Inspired by the Blue Zones: Okinawa, Japan
This dish takes inspiration from Okinawa, one of the famed Blue Zones—regions in the world where people live significantly longer and healthier lives. While watermelon isn’t native to Okinawa, the philosophy behind this recipe is: seasonal ingredients, umami inspired balance, colorful presentation, and eating in community.
Japanese diets, especially in Okinawa, are rich in vegetables, sea plants, fermented foods, and small portions that honor the body’s needs without excess. This bowl echoes that rhythm, inviting you to slow down, savor, and celebrate simple abundance.
The Vegan Watermelon Sashimi Bowl Recipe
Ingredients
For the Watermelon Sashimi Marinade:
1 tbsp white sesame seeds
½–1 tsp red chili flakes
½ tbsp minced fresh ginger
½ lime, juiced
1 scallion, minced
1 tsp rice vinegar
3 tbsp soy sauce (or tamari/shoyu)
½ tbsp toasted sesame oil
½ tbsp maple syrup
Optional: 1–2 tsp Bragg’s Sea Kelp Delight Seasoning
2 cups diced, seedless watermelon
For the Sushi Rice:
1 cup sushi rice (or other rice of choice)
1.2 cups water
2.5 tbsp rice vinegar
½ tbsp sugar
½ tbsp salt
For the Bowl Toppings:
1–2 carrots, ribboned or thinly sliced
½ large cucumber, diced
1 ripe avocado, sliced
½ cup edamame pods (boiled and shelled if preferred)
Spicy Mayo:
½ cup vegan mayo
3 tbsp sriracha (adjust to taste)
Garnish:
Pickled ginger
Black and white sesame seeds
Fresh cilantro
Wasabi (optional)
Method
1. Marinate the Watermelon
Whisk all marinade ingredients except the watermelon in a bowl.
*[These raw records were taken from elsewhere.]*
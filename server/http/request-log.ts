import { randomUUID } from "node:crypto";
import type { RequestHandler, Response } from "express";
import { log } from "../log.ts";

declare module "node:http" {
  interface IncomingMessage {
    /** The request's id (the caller's X-Request-Id, or a fresh one), named in its log lines. */
    id: string;
  }
}

type Level = "silent" | "info" | "error";

// A caller's id is kept only when it looks like one (a proxy's UUID or token), so a header cannot fill log lines.
const CALLER_REQUEST_ID = /^[\w.:-]{1,128}$/;

export function requestIdOf(header: string | string[] | undefined): string {
  return typeof header === "string" && CALLER_REQUEST_ID.test(header) ? header : randomUUID();
}

/**
 * One line per API request when it finishes, through the one logger and its serializers (so its redaction), with the
 * shape pino-http gave it ({ req, res, responseTime }). A successful request in production writes nothing, and then
 * nothing is serialized either: pino-http built a child logger with the serialized request on every request, logged or
 * not, which cost more than the rest of the logging put together on the hot pages.
 */
export function requestLog(production: boolean): RequestHandler {
  const levelOf = (res: Response, failed: boolean): Level =>
    failed || res.statusCode >= 500 ? "error" : res.statusCode < 400 && production ? "silent" : "info";
  return (req, res, next) => {
    req.id = requestIdOf(req.headers["x-request-id"]);
    if (!req.url.startsWith("/api")) return next();
    const started = Date.now();
    const finished = (err?: unknown) => {
      res.off("finish", finished);
      res.off("close", finished);
      res.off("error", finished);
      const failed = err instanceof Error;
      const level = levelOf(res, failed);
      if (level === "silent") return;
      const responseTime = Date.now() - started;
      // The shapes pino-http handed the serializers: the URL as requested, the headers as sent.
      const reqShown = { id: req.id, method: req.method, url: req.originalUrl, headers: req.headers };
      const resShown = { statusCode: res.statusCode, headers: res.getHeaders() as Record<string, unknown> };
      if (level === "error")
        log.error(
          {
            req: reqShown,
            res: resShown,
            err: failed ? err : new Error(`failed with status code ${res.statusCode}`),
            responseTime,
          },
          "request errored",
        );
      else
        log.info(
          { req: reqShown, res: resShown, responseTime },
          !req.readableAborted && res.writableEnded ? "request completed" : "request aborted",
        );
    };
    res.on("finish", finished);
    res.on("close", finished);
    res.on("error", finished);
    next();
  };
}
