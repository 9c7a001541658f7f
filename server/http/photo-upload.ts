import { readFile, rm } from "node:fs/promises";
import { fileTypeFromBuffer } from "file-type";
import { loadJimp } from "./jimp.ts";
import { AppError } from "./app-error.ts";

export interface CleanPhoto {
  jpeg: Buffer;
  width: number;
  height: number;
}

/**
 * Checks an uploaded photo from its bytes (JPEG or PNG whatever its name says), shrinks it to fit `maxPx` and writes a
 * fresh JPEG from the pixels alone, so no EXIF block (GPS position, camera serial, time taken) survives. The temporary
 * file is removed whatever happens; the caller stores only the returned bytes.
 */
export async function readCleanPhoto(
  file: Express.Multer.File | undefined,
  maxPx: number,
): Promise<CleanPhoto> {
  if (!file)
    throw new AppError("invalid_input", "Choose a photo to upload", [{ path: "file", message: "required" }]);
  try {
    const bytes = await readFile(file.path);
    if (bytes.length === 0)
      throw new AppError("invalid_input", "The photo is empty", [{ path: "file", message: "0 bytes" }]);
    const type = await fileTypeFromBuffer(bytes);
    if (type?.mime !== "image/jpeg" && type?.mime !== "image/png")
      throw new AppError("unsupported_type", "Only a JPEG or PNG photo is accepted", [
        { path: "file", message: "not a JPEG or PNG image" },
      ]);
    let image;
    try {
      image = await (await loadJimp()).read(bytes);
    } catch {
      throw new AppError("invalid_input", "The photo could not be read", [
        { path: "file", message: "damaged or incomplete image" },
      ]);
    }
    if (image.width > maxPx || image.height > maxPx) image.scaleToFit({ w: maxPx, h: maxPx });
    const jpeg = await image.getBuffer("image/jpeg", { quality: 85 });
    return { jpeg, width: image.width, height: image.height };
  } finally {
    await rm(file.path, { force: true });
  }
}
Gently fold in diced watermelon until evenly coated. Marinate for at least 1 hour and up to 6 hours. Avoid marinating overnight—watermelon gets too soft.
2. Cook the Sushi Rice
Rinse rice in a bowl, swirling and straining 2–3 times until water runs clear. Combine rice, water, vinegar, sugar, and salt in a pot. Bring to a boil, then reduce heat, cover, and simmer until fluffy and fully cooked. Let it rest covered for 10 minutes before fluffing.
3. Make the Spicy Mayo
Whisk together vegan mayo and sriracha until creamy and smooth.
4. Assemble Your Bowl
There’s no wrong way here—just what feels good to your hands and your eyes. My favorite way to assemble is:
⅓ sushi rice
⅓ marinated watermelon sashimi
⅓ colorful veggies + edamame
Drizzle leftover marinade
Dollop spicy mayo
Sprinkle garnishes
Kitchen Notes & Tips
This recipe is soy-free adaptable—swap tamari for coconut aminos and use a soy-free mayo.
Don’t skip the marinade drizzle—it pulls the whole bowl together with a salty-sour-sweet balance.
Make it a full Blue Zone-inspired meal by pairing it with iced matcha tea or a side of fermented pickles.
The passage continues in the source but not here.